TRR 181 Seminar "Quantifying Turbulence from Standard Observations: Revisiting Finescale Parameterizations in the Arctic Ocean" by Till Martin Baumann (University of Bergen)

The TRR 181 seminar is held every other week in the semester and as announced during semester break. The locations of the seminar changes between the three TRR181 locations, but is broadcastet online for all members of the TRR.

The TRR 181 seminar is held by Dr. Till Martin Baumann (University of Bergen) on June 16, 11 am.

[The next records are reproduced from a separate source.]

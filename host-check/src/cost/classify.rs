//! Instruction classes of ARMv7E-M Thumb-2 with FPv4-SP, read from
//! `llvm-objdump` mnemonics: the vocabulary of the cycle tables.

/// What an instruction does, as far as timing is concerned.
#[derive(Debug, Clone, Copy, PartialEq, Eq, Hash, PartialOrd, Ord)]
pub enum Class {
    /// VADD, VSUB (f32).
    FpAdd,
    /// VMUL, VNMUL (f32).
    FpMul,
    /// VMLA, VMLS, VNMLA, VNMLS: multiply then add, rounded twice.
    FpMac,
    /// VFMA, VFMS, VFNMA, VFNMS: fused multiply-add.
    FpFused,
    /// VDIV (f32).
    FpDiv,
    /// VSQRT (f32).
    FpSqrt,
    /// VLDR of one single (`s`) register.
    FpLoad,
    /// VLDR of one double (`d`) register.
    FpLoadDouble,
    /// VSTR of one register.
    FpStore,
    /// VLDM or VPOP; the payload is the number of 32-bit words.
    FpLoadMulti(u8),
    /// VSTM or VPUSH; the payload is the number of 32-bit words.
    FpStoreMulti(u8),
    /// VMOV between a core and an FP register (or a pair).
    FpMoveCore,
    /// VMOV between FP registers or of an immediate.
    FpMove,
    /// VCMP, VCVT, VABS, VNEG, VMRS, VMSR and the rest.
    FpOther,
    /// Integer data processing (ADD, MOV, CMP, shifts, bit fields, ...).
    IntAlu,
    /// Integer multiply and multiply-accumulate, 32 and 64 bit.
    IntMul,
    /// SDIV, UDIV.
    IntDiv,
    /// LDR and its byte, half-word and dual forms.
    Load,
    /// STR and its byte, half-word and dual forms.
    Store,
    /// LDM or POP without the PC; payload: registers.
    LoadMulti(u8),
    /// STM or PUSH; payload: registers.
    StoreMulti(u8),
    /// A branch with an immediate target (B, BL, CBZ, CBNZ, conditional B).
    Branch,
    /// A branch through a register or a load into the PC (BX, BLX, POP {..,pc},
    /// LDR pc); the payload is the number of words loaded (0 for BX/BLX).
    BranchIndirect(u8),
    /// IT: sets the condition of up to four following instructions.
    It,
    /// NOP, barriers, hints and anything else.
    Other,
}

impl Class {
    /// `true` for classes that may redirect the program counter.
    pub fn is_branch(self) -> bool {
        matches!(self, Class::Branch | Class::BranchIndirect(_))
    }

    /// `true` for single loads and stores, which the Cortex-M4 pipelines
    /// with a neighbouring single load or store.
    pub fn is_single_memory(self) -> bool {
        matches!(self, Class::Load | Class::Store)
    }
}

/// Counts the registers in a `{r4, r5, lr}` list; D registers count two words
/// when `words` is set.
fn register_words(operands: &str, words: bool) -> u8 {
    let Some(open) = operands.find('{') else {
        return 1;
    };
    let close = operands[open..]
        .find('}')
        .map_or(operands.len(), |c| open + c);
    let list = &operands[open + 1..close];
    let mut n = 0u32;
    for reg in list.split(',') {
        let reg = reg.trim();
        if reg.is_empty() {
            continue;
        }
        // A range such as d8-d15 (some printers use one).
        let count = match reg.split_once('-') {
            Some((a, b)) => {
                let a = a.trim_start_matches(|c: char| c.is_ascii_alphabetic());
                let b = b
                    .trim()
                    .trim_start_matches(|c: char| c.is_ascii_alphabetic());
                match (a.parse::<u32>(), b.parse::<u32>()) {
                    (Ok(x), Ok(y)) if y >= x => y - x + 1,
                    _ => 1,
                }
            }
            None => 1,
        };
        let per = if words && reg.starts_with('d') { 2 } else { 1 };
        n += count * per;
    }
    n.clamp(1, 255) as u8
}

/// The condition-code suffixes of ARM assembly.
const CONDITIONS: [&str; 16] = [
    "eq", "ne", "cs", "hs", "cc", "lo", "mi", "pl", "vs", "vc", "hi", "ls", "ge", "lt", "gt", "le",
];

/// Classifies an exact base mnemonic (no width, no condition), or `None`
/// when the name is not one of the special cases.
fn exact(base: &str, ops: &str) -> Option<Class> {
    let writes_pc = ops.split(',').next().is_some_and(|d| d.trim() == "pc");
    Some(match base {
        "b" | "bl" | "cbz" | "cbnz" => Class::Branch,
        "bx" | "blx" => Class::BranchIndirect(0),
        "tbb" | "tbh" => Class::BranchIndirect(1),
        "pop" | "ldm" | "ldmia" | "ldmdb" | "ldmfd" => {
            let n = register_words(ops, false);
            if ops.contains("pc") {
                Class::BranchIndirect(n)
            } else {
                Class::LoadMulti(n)
            }
        }
        "push" | "stm" | "stmia" | "stmdb" | "stmfd" => {
            Class::StoreMulti(register_words(ops, false))
        }
        "ldr" | "ldrb" | "ldrh" | "ldrsb" | "ldrsh" | "ldrd" | "ldrex" | "ldrt" => {
            if writes_pc {
                Class::BranchIndirect(1)
            } else {
                Class::Load
            }
        }
        "str" | "strb" | "strh" | "strd" | "strex" | "strt" => Class::Store,
        "mul" | "muls" | "mla" | "mls" | "umull" | "smull" | "umlal" | "smlal" | "smulbb"
        | "smlabb" | "smmul" | "smmla" | "umaal" => Class::IntMul,
        "sdiv" | "udiv" => Class::IntDiv,
        "nop" | "dsb" | "dmb" | "isb" | "bkpt" | "wfi" | "wfe" | "sev" | "cpsid" | "cpsie"
        | "mrs" | "msr" | "svc" | "udf" | "yield" => Class::Other,
        "mov" | "add" if writes_pc => Class::BranchIndirect(0),
        _ if base.len() <= 5
            && base.starts_with("it")
            && base[1..].chars().all(|c| c == 't' || c == 'e') =>
        {
            Class::It
        }
        _ => return None,
    })
}

/// Classifies one instruction from its `llvm-objdump` mnemonic and operands.
pub fn classify(mnemonic: &str, operands: &str) -> Class {
    let m = mnemonic.to_ascii_lowercase();
    let ops = operands.to_ascii_lowercase();
    if m.starts_with('v') {
        return classify_fp(&m, &ops);
    }
    let m = m
        .strip_suffix(".w")
        .or_else(|| m.strip_suffix(".n"))
        .unwrap_or(&m);
    if let Some(c) = exact(m, &ops) {
        return c;
    }
    // A conditional form (a branch such as `bhs`, or `movlt` inside an IT
    // block): strip the condition and try again.
    for cond in CONDITIONS {
        if let Some(stem) = m.strip_suffix(cond)
            && let Some(c) = exact(stem, &ops)
        {
            return c;
        }
    }
    Class::IntAlu
}

fn classify_fp(m: &str, ops: &str) -> Class {
    let base = m.split('.').next().unwrap_or(m);
    match base {
        "vadd" | "vsub" => Class::FpAdd,
        "vmul" | "vnmul" => Class::FpMul,
        "vmla" | "vmls" | "vnmla" | "vnmls" => Class::FpMac,
        "vfma" | "vfms" | "vfnma" | "vfnms" => Class::FpFused,
        "vdiv" => Class::FpDiv,
        "vsqrt" => Class::FpSqrt,
        "vldr" => {
            if ops.trim_start().starts_with('d') {
                Class::FpLoadDouble
            } else {
                Class::FpLoad
            }
        }
        "vstr" => Class::FpStore,
        "vldmia" | "vldmdb" | "vldm" | "vpop" => Class::FpLoadMulti(register_words(ops, true)),
        "vstmia" | "vstmdb" | "vstm" | "vpush" => Class::FpStoreMulti(register_words(ops, true)),
        "vmov" => {
            // A core register among the operands: a transfer across files.
            let core = ops.split(',').any(|o| {
                let o = o.trim();
                o.starts_with('r') || o == "lr" || o == "ip" || o == "sp" || o == "fp"
            });
            if core {
                Class::FpMoveCore
            } else {
                Class::FpMove
            }
        }
        _ => Class::FpOther,
    }
}

#[cfg(test)]
mod tests {
    use super::*;

    #[test]
    fn floating_point_classes() {
        assert_eq!(classify("vadd.f32", "s0, s1, s2"), Class::FpAdd);
        assert_eq!(classify("vsub.f32", "s0, s1, s2"), Class::FpAdd);
        assert_eq!(classify("vnmul.f32", "s19, s31, s20"), Class::FpMul);
        assert_eq!(classify("vmla.f32", "s0, s1, s2"), Class::FpMac);
        assert_eq!(classify("vmls.f32", "s0, s1, s2"), Class::FpMac);
        assert_eq!(classify("vfma.f32", "s0, s1, s2"), Class::FpFused);
        assert_eq!(classify("vdiv.f32", "s0, s1, s2"), Class::FpDiv);
        assert_eq!(classify("vsqrt.f32", "s0, s1"), Class::FpSqrt);
        assert_eq!(classify("vldr", "s22, [pc, #652]"), Class::FpLoad);
        assert_eq!(classify("vldr", "d8, [r0, #8]"), Class::FpLoadDouble);
        assert_eq!(classify("vstr", "s0, [sp, #4]"), Class::FpStore);
        assert_eq!(
            classify("vpush", "{d8, d9, d10, d11, d12, d13, d14, d15}"),
            Class::FpStoreMulti(16)
        );
        assert_eq!(classify("vpop", "{s16, s17}"), Class::FpLoadMulti(2));
        assert_eq!(classify("vmov", "r1, s24"), Class::FpMoveCore);
        assert_eq!(classify("vmov.f32", "s26, #5.000000e-01"), Class::FpMove);
        assert_eq!(classify("vmov.f32", "s0, s16"), Class::FpMove);
        assert_eq!(classify("vcmp.f32", "s0, #0"), Class::FpOther);
        assert_eq!(classify("vmrs", "APSR_nzcv, fpscr"), Class::FpOther);
    }

    #[test]
    fn integer_memory_and_branch_classes() {
        assert_eq!(classify("add.w", "r0, r1, r2"), Class::IntAlu);
        assert_eq!(classify("movs", "r2, #0"), Class::IntAlu);
        assert_eq!(classify("movlt", "r1, #1"), Class::IntAlu);
        assert_eq!(classify("addeq.w", "r0, r0, #1"), Class::IntAlu);
        assert_eq!(classify("cmp.w", "r1, #2139095040"), Class::IntAlu);
        assert_eq!(classify("bics", "r0, r1"), Class::IntAlu);
        assert_eq!(classify("umull", "r0, r1, r2, r3"), Class::IntMul);
        assert_eq!(classify("mls", "r0, r1, r2, r3"), Class::IntMul);
        assert_eq!(classify("udiv", "r0, r1, r2"), Class::IntDiv);
        assert_eq!(classify("ldr", "r0, [pc, #56]"), Class::Load);
        assert_eq!(classify("ldrd", "r0, r1, [sp]"), Class::Load);
        assert_eq!(classify("str", "r8, [sp, #-4]!"), Class::Store);
        assert_eq!(classify("strb.w", "r0, [r1, #3]"), Class::Store);
        assert_eq!(
            classify("push", "{r4, r5, r6, r7, lr}"),
            Class::StoreMulti(5)
        );
        assert_eq!(classify("pop", "{r4, r5}"), Class::LoadMulti(2));
        assert_eq!(classify("pop", "{r7, pc}"), Class::BranchIndirect(2));
        assert_eq!(
            classify("pop.w", "{r4, r5, r6, pc}"),
            Class::BranchIndirect(4)
        );
        assert_eq!(classify("bl", "0x89b0 <sinf>"), Class::Branch);
        assert_eq!(classify("b.w", "0x1000"), Class::Branch);
        assert_eq!(classify("beq", "0x412"), Class::Branch);
        assert_eq!(classify("bne.w", "0x412"), Class::Branch);
        assert_eq!(classify("bls", "0x412"), Class::Branch);
        assert_eq!(classify("ble", "0x412"), Class::Branch);
        assert_eq!(classify("cbz", "r0, 0x412"), Class::Branch);
        assert_eq!(classify("bx", "lr"), Class::BranchIndirect(0));
        assert_eq!(classify("blx", "r3"), Class::BranchIndirect(0));
        assert_eq!(classify("ldr", "pc, [sp], #4"), Class::BranchIndirect(1));
        assert_eq!(classify("it", "lt"), Class::It);
        assert_eq!(classify("itte", "ne"), Class::It);
        assert_eq!(classify("nop", ""), Class::Other);
        assert_eq!(classify("dsb", "sy"), Class::Other);
    }
}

Quantifying Turbulence from Standard Observations: Revisiting Finescale Parameterizations in the Arctic Ocean


In the Arctic Ocean, vertical transport of heat and matter by turbulent mixing is ultimately coupled to the sea-ice cover, with immediate and far-reaching impacts on the climate and ecosystem. Unfortunately, direct observations of mixing are difficult, expensive and sparse.
Finescale parameterization (FS) of turbulent energy dissipation rate (ε) allows for the quantification of turbulence from breaking internal waves using standard measurements, such as profiles of hydrography and velocity. While FS proved to be reliable in mid-latitudes, the Arctic Ocean internal wave field is distinct, rendering the applicability of FS uncertain. To test FS in a wide range of Arctic conditions, we compiled data from 8 cruises, including the extensive MOSAiC and N-ICE campaigns. All profiles of hydrography and velocity used to calculate FS were collocated with in-situ measurements of ε obtained from microstructure profilers. FS was applied between 50 m and 450 m below the surface. Results show a good performance of FS, with cruise-average FS-derived ε being within a factor of 5 to observations. However, estimates from individual profiles show large variability. In our data, FS performance is independent of the shear-strain ratio (Rω) and internal wave field bandwidth (N/f), but there is evidence that substantially non-white shear spectra indicate conditions less suitable for FS. The noise level of the velocity profiles influences FS, with lowered current meters generally outperforming ship-mounted current meters. A widely used formulation of FS using only hydrography and a prescribed Rω=10 produced slightly more variability in the results.